- _TASK GOAL_:
Find the line with "g.name === 'app')!.urls;" in the entries below. Repeat it, every following line, and the line with "if (!key.endsWith(':assets:app:cache')) continue;", exactly and with nothing added.

BEGIN INPUT MATERIAL

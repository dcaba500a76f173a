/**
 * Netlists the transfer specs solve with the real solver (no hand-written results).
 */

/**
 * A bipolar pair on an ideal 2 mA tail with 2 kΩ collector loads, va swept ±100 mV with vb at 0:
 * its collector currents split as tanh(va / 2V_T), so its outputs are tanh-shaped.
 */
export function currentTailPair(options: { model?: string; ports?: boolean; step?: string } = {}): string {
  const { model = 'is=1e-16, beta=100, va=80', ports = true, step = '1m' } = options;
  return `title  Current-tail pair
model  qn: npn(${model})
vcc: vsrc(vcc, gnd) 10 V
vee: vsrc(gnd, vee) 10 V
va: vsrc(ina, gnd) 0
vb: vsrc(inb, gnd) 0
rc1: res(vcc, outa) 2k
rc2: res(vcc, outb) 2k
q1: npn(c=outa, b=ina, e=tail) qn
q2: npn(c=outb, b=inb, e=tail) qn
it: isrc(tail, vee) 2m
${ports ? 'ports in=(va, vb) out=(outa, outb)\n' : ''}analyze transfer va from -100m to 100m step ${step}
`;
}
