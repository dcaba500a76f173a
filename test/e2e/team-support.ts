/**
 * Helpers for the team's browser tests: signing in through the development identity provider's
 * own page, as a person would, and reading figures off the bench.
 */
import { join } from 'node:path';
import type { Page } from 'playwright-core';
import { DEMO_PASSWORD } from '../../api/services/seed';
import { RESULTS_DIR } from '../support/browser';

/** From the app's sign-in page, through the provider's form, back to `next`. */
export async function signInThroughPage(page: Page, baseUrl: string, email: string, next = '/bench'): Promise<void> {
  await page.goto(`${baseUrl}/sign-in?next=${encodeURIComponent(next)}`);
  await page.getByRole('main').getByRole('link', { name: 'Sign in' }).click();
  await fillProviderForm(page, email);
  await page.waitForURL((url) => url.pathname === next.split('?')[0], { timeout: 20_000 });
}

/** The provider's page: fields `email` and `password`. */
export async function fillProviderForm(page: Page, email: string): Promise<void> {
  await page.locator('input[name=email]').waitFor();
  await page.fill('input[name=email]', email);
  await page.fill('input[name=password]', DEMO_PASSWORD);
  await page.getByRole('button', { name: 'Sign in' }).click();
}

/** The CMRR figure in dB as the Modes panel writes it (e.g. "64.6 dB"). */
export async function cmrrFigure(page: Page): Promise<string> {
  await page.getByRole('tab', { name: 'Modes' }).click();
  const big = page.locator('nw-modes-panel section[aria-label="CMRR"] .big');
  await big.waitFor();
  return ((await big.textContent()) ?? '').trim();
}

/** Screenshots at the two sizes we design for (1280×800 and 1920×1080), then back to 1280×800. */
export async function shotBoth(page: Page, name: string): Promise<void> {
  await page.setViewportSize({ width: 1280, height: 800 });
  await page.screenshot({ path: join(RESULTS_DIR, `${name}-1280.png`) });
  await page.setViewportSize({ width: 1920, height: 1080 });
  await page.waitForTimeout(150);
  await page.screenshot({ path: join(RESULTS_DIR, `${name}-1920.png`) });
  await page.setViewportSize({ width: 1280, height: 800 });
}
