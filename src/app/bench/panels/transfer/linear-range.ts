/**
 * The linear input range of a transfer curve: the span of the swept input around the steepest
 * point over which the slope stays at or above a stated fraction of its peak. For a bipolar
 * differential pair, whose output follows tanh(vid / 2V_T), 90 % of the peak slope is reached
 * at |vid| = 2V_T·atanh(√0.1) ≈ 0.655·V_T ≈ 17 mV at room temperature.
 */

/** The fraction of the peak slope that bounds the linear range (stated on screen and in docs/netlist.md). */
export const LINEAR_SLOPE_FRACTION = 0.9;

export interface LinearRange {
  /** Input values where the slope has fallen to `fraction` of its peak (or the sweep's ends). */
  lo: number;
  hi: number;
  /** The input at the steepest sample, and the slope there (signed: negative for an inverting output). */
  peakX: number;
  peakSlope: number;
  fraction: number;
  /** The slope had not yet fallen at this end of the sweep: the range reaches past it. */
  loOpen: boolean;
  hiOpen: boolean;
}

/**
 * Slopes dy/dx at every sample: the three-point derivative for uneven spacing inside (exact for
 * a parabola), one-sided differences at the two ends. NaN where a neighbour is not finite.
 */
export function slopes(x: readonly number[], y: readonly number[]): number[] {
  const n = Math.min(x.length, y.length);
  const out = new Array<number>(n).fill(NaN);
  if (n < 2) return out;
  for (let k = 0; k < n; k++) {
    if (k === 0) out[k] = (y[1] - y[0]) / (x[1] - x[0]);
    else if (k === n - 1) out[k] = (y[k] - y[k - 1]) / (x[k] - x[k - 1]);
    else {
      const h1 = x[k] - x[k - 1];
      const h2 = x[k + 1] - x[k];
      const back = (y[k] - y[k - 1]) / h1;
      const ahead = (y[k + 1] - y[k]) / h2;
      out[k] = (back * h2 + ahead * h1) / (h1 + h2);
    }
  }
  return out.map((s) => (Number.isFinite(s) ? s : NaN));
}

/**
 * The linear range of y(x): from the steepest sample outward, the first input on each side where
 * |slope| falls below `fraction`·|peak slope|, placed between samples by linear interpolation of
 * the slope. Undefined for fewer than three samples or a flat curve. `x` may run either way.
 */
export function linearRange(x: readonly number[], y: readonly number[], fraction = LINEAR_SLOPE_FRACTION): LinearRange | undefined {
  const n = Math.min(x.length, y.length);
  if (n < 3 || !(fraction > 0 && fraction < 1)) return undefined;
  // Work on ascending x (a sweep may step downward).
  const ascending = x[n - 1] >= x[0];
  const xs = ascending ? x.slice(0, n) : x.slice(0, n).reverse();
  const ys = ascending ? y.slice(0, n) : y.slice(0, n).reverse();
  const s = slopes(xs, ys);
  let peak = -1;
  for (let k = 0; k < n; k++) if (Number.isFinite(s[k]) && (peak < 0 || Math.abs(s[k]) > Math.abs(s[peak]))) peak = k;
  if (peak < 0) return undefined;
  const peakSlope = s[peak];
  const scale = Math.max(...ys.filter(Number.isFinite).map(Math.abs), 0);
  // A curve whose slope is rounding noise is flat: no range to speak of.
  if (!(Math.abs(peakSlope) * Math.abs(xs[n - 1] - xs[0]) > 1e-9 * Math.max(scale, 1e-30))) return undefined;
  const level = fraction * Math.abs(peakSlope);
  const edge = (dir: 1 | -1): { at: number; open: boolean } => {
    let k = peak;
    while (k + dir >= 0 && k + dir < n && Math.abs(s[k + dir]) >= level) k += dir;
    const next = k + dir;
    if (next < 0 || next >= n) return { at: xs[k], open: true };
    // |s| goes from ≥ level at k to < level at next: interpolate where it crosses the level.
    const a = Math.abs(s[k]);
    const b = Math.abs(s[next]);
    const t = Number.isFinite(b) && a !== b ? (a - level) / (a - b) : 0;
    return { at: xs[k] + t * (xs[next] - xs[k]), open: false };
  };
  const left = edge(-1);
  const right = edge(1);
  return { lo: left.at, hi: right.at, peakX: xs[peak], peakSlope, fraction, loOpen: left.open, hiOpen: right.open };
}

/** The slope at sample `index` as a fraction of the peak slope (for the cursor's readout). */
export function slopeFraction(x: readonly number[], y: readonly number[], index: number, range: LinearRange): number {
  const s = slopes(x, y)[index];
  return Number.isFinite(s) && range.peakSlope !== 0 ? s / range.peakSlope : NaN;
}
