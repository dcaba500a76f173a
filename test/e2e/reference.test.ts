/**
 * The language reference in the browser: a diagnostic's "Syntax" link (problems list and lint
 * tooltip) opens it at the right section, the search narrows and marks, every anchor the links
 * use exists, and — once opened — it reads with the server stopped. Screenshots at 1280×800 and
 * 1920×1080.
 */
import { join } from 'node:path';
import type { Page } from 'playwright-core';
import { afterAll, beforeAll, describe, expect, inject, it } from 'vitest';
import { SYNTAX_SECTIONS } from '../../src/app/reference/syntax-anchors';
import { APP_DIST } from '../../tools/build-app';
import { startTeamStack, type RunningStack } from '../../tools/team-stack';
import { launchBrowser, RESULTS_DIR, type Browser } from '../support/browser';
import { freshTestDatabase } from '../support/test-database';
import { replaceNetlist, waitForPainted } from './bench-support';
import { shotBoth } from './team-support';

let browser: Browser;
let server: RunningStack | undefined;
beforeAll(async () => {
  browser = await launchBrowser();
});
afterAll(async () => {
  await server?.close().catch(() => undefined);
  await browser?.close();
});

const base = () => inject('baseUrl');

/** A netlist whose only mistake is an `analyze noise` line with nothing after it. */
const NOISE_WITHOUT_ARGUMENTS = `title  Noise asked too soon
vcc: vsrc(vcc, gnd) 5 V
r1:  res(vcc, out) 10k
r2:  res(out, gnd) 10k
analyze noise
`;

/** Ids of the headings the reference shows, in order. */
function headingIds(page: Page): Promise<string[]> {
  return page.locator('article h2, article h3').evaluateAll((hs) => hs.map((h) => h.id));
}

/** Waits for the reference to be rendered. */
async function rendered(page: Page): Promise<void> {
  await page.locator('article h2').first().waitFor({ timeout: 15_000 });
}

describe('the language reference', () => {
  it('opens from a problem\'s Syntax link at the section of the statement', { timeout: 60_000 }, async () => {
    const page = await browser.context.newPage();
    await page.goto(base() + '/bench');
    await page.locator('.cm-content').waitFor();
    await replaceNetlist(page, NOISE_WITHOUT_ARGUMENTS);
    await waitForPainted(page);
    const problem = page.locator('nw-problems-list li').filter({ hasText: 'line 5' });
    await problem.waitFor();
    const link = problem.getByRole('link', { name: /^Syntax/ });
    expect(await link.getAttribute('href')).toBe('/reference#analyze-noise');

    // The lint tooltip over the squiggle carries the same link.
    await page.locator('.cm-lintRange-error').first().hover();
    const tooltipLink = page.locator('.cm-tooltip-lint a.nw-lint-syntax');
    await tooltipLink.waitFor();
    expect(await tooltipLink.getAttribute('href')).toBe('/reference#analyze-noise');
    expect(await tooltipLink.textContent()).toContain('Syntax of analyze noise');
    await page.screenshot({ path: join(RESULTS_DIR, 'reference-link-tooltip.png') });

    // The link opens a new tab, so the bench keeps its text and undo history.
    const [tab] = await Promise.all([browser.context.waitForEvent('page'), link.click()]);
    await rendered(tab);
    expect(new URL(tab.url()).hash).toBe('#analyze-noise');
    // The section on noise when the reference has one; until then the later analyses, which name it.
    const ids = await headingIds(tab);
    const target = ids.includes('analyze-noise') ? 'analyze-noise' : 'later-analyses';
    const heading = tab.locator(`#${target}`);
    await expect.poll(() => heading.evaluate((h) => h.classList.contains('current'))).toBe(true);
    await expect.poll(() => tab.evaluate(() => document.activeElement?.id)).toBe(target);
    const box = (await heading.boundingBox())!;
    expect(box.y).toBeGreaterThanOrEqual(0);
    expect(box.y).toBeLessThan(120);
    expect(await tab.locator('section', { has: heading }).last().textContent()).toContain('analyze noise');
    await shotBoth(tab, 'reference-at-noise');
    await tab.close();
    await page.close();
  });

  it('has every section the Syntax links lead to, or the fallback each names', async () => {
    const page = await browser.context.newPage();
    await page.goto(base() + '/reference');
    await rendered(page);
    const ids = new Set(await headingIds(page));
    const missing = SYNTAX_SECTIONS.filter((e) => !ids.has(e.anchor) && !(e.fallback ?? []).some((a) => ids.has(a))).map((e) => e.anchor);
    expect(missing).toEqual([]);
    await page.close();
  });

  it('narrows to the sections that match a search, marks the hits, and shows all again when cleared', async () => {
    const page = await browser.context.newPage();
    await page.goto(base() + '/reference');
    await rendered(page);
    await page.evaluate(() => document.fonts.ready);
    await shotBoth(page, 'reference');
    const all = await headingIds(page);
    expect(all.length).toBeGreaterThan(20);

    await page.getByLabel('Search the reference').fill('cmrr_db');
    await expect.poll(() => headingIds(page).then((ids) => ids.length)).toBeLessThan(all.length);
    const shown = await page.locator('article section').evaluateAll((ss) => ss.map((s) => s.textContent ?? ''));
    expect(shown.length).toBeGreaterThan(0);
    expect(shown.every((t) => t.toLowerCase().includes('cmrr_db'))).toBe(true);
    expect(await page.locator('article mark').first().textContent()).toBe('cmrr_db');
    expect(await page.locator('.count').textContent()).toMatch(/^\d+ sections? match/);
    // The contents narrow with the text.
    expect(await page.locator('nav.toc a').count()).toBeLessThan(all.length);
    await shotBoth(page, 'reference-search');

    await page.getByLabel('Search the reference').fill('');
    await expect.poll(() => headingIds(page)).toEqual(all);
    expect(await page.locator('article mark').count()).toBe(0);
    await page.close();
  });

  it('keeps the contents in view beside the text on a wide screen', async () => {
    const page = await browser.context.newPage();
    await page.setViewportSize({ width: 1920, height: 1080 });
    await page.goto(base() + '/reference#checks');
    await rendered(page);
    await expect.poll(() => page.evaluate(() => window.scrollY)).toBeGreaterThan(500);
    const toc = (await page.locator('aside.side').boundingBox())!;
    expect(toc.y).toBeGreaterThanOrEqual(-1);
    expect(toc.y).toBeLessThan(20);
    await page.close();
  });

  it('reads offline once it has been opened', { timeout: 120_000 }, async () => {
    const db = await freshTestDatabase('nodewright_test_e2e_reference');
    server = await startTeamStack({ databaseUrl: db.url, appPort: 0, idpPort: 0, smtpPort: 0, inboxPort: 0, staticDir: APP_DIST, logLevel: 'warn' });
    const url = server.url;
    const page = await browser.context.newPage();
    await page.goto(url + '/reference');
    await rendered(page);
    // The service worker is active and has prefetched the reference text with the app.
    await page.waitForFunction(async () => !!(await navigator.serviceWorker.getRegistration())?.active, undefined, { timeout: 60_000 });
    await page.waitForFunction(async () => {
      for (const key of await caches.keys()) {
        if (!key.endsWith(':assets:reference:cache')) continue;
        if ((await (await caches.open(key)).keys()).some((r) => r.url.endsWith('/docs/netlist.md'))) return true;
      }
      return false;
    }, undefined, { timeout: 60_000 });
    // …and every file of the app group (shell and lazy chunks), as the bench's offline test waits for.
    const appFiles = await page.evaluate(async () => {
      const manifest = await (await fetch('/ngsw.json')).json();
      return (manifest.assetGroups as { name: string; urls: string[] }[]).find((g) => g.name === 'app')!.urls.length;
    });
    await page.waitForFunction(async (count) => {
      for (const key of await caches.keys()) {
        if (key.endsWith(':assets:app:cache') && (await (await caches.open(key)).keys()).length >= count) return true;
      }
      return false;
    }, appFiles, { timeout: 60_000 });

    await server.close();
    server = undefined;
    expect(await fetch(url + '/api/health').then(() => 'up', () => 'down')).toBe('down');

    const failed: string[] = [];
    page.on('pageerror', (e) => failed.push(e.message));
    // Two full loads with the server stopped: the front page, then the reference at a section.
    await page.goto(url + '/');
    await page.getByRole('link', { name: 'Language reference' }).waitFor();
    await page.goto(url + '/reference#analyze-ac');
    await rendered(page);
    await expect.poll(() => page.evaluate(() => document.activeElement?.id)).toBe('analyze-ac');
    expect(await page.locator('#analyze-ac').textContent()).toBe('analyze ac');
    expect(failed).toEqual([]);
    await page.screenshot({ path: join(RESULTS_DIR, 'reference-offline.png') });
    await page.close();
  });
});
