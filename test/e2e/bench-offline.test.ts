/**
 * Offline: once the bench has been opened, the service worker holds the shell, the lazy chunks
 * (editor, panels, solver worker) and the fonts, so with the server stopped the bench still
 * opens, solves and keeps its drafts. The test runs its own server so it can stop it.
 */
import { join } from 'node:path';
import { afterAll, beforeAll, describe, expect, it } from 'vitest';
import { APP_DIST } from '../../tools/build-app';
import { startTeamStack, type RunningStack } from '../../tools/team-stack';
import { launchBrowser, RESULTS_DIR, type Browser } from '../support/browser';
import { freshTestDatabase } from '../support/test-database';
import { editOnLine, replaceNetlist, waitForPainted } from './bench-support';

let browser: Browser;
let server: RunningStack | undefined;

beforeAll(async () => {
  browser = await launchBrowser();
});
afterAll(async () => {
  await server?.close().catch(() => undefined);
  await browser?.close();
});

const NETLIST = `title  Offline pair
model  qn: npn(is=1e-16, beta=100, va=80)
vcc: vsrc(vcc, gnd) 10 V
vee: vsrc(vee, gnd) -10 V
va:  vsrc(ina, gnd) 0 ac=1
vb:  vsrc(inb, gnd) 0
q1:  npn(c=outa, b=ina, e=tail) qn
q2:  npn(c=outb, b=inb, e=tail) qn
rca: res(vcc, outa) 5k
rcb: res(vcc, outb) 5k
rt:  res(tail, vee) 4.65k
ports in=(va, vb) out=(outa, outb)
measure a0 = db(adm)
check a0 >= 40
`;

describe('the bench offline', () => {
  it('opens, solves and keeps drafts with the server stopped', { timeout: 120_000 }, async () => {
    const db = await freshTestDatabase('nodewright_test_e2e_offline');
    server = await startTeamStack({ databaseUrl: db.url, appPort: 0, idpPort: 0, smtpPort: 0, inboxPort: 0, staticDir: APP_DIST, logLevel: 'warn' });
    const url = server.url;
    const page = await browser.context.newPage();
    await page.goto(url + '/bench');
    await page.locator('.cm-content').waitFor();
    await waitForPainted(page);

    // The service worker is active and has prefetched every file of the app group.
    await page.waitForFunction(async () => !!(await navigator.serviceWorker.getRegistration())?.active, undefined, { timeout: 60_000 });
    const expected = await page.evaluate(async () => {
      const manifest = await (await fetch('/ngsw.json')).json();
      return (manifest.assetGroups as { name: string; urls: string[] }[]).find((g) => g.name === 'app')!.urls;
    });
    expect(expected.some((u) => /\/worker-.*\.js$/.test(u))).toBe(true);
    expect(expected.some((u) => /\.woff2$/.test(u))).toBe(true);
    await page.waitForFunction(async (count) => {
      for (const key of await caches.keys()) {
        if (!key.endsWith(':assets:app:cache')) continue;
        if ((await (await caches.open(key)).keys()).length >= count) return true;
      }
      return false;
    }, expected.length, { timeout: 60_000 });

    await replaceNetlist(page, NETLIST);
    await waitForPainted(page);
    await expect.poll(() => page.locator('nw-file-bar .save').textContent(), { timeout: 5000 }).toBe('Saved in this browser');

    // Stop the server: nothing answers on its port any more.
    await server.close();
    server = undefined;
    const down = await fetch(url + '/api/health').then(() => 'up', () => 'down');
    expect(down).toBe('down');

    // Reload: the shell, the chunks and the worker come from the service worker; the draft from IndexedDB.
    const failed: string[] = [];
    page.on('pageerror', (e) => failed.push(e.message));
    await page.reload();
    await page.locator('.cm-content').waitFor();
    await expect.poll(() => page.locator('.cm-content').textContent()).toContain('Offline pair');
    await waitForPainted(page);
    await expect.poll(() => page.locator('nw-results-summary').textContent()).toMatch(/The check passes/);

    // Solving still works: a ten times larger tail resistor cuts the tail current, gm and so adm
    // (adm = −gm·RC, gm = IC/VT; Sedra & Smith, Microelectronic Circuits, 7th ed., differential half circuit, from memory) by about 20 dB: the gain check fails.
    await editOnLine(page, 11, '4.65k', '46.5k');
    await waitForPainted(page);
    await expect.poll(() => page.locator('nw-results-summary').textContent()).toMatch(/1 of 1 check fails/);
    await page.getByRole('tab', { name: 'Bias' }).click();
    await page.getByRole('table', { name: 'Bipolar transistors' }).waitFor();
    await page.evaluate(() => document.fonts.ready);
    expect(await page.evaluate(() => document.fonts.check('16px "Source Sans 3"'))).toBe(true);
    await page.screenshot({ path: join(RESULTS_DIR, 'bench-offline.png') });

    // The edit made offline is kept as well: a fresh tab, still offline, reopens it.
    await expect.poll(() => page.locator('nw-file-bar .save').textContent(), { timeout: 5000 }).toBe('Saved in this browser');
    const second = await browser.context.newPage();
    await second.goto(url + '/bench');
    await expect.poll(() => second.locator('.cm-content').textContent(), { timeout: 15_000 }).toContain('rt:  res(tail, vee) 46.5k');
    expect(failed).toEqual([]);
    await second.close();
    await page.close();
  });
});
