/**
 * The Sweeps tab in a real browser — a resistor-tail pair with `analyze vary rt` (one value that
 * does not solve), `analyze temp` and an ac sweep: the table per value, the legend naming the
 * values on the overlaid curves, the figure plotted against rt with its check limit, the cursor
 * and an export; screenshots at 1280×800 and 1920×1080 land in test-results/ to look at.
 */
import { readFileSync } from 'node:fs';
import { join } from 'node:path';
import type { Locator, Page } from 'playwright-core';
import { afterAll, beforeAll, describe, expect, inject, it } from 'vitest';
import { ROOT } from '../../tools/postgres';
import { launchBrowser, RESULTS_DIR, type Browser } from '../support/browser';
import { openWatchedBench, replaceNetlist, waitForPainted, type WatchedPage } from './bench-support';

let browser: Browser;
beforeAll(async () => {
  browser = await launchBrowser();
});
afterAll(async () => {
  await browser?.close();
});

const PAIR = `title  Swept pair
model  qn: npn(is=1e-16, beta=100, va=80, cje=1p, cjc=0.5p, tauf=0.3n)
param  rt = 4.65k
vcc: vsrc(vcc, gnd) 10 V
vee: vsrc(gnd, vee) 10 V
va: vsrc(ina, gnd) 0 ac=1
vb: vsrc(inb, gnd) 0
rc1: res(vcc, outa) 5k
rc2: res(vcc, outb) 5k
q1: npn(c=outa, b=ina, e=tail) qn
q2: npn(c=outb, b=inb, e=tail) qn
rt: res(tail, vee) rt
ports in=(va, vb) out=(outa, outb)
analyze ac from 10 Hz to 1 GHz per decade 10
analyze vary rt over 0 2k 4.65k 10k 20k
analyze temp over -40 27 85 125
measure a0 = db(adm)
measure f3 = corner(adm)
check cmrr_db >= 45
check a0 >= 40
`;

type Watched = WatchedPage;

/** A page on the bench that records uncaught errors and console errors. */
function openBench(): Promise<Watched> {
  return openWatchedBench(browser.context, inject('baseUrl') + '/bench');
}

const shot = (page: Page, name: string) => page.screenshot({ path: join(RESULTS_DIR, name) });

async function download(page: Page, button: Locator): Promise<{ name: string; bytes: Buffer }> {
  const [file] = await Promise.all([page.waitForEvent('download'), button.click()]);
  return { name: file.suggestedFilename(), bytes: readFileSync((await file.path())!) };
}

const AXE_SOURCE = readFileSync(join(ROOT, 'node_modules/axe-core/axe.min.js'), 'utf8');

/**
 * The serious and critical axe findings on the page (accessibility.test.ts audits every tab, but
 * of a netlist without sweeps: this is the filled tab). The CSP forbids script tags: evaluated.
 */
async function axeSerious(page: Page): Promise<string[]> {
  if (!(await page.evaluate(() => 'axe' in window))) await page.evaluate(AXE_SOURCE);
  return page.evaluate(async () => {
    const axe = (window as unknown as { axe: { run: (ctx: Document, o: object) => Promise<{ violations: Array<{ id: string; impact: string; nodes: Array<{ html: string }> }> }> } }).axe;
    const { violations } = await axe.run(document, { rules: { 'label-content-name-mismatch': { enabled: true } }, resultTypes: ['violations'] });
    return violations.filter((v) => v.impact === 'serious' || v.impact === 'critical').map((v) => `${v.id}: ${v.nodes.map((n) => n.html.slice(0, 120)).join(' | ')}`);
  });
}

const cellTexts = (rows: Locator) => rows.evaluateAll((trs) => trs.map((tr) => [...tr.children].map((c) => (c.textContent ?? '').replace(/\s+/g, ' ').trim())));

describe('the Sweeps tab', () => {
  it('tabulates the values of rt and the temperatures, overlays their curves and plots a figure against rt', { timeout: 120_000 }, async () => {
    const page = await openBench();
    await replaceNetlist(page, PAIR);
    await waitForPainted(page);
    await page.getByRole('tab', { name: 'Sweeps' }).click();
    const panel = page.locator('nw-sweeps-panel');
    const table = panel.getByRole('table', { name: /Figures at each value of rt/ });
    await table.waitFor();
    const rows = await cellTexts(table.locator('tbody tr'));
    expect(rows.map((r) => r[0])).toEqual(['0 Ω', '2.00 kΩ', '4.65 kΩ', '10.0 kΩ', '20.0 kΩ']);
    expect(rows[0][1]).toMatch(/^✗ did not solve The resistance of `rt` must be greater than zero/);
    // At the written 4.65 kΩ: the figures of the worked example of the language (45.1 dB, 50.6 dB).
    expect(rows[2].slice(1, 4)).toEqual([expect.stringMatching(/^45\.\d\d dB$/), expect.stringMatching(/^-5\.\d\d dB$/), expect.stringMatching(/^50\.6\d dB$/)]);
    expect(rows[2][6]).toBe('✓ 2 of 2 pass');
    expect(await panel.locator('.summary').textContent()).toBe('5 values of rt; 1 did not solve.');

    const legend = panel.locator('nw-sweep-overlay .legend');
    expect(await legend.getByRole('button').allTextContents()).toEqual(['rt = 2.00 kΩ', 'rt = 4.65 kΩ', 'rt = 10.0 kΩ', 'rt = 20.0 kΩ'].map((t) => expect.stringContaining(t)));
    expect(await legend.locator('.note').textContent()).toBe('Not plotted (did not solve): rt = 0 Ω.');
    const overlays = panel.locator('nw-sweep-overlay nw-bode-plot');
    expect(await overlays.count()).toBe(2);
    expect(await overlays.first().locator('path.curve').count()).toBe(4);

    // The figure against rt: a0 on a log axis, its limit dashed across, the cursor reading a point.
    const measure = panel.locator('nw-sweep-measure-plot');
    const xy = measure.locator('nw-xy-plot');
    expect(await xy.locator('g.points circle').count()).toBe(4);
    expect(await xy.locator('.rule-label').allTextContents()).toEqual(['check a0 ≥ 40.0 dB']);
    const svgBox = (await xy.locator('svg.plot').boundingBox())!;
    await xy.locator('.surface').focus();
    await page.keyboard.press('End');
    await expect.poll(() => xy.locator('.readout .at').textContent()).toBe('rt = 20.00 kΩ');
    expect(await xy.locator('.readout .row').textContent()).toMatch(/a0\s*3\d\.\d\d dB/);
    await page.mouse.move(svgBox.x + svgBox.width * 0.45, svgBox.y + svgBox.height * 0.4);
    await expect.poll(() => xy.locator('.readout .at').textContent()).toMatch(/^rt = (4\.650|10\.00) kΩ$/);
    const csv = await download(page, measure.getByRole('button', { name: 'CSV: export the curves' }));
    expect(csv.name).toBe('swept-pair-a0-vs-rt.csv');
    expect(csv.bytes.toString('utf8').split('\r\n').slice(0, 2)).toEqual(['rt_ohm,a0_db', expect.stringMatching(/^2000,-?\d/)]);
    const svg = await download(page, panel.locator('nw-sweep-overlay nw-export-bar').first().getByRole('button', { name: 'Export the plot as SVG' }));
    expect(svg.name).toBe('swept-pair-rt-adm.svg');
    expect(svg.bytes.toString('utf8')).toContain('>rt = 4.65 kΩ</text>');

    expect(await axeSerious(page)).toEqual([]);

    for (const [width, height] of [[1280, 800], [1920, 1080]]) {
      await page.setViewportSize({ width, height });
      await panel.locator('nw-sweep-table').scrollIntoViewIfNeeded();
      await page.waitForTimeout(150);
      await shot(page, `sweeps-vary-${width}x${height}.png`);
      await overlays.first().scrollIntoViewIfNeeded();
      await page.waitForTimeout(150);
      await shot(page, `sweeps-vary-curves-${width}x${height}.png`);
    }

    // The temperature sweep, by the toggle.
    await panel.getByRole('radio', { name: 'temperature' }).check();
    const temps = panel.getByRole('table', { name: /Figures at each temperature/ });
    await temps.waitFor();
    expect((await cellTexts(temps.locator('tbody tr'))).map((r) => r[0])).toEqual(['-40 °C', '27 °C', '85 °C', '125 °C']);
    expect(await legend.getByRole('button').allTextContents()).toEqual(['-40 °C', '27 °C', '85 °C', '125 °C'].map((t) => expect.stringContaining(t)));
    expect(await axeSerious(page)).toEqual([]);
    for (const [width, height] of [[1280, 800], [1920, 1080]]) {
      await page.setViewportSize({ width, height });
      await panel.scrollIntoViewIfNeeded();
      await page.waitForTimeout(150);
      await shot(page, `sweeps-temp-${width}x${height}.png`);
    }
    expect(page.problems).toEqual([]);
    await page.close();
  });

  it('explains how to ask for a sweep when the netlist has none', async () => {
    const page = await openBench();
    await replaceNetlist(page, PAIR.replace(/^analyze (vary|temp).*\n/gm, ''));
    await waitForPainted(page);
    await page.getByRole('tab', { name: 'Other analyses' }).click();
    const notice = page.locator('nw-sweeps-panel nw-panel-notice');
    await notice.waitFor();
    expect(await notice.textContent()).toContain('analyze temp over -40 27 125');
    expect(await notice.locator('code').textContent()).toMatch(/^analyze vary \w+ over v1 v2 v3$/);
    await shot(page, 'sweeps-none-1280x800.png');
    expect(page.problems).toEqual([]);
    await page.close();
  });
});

END INPUT MATERIAL

- _REPLY TO THE TASK_:
      return (manifest.assetGroups as { name: string; urls: string[] }[]).find((g) => g.name === 'app')!.urls;
    });
    expect(expected.some((u) => /\/worker-.*\.js$/.test(u))).toBe(true);
    expect(expected.some((u) => /\.woff2$/.test(u))).toBe(true);
    await page.waitForFunction(async (count) => {
      for (const key of await caches.keys()) {
        if (!key.endsWith(':assets:app:cache')) continue;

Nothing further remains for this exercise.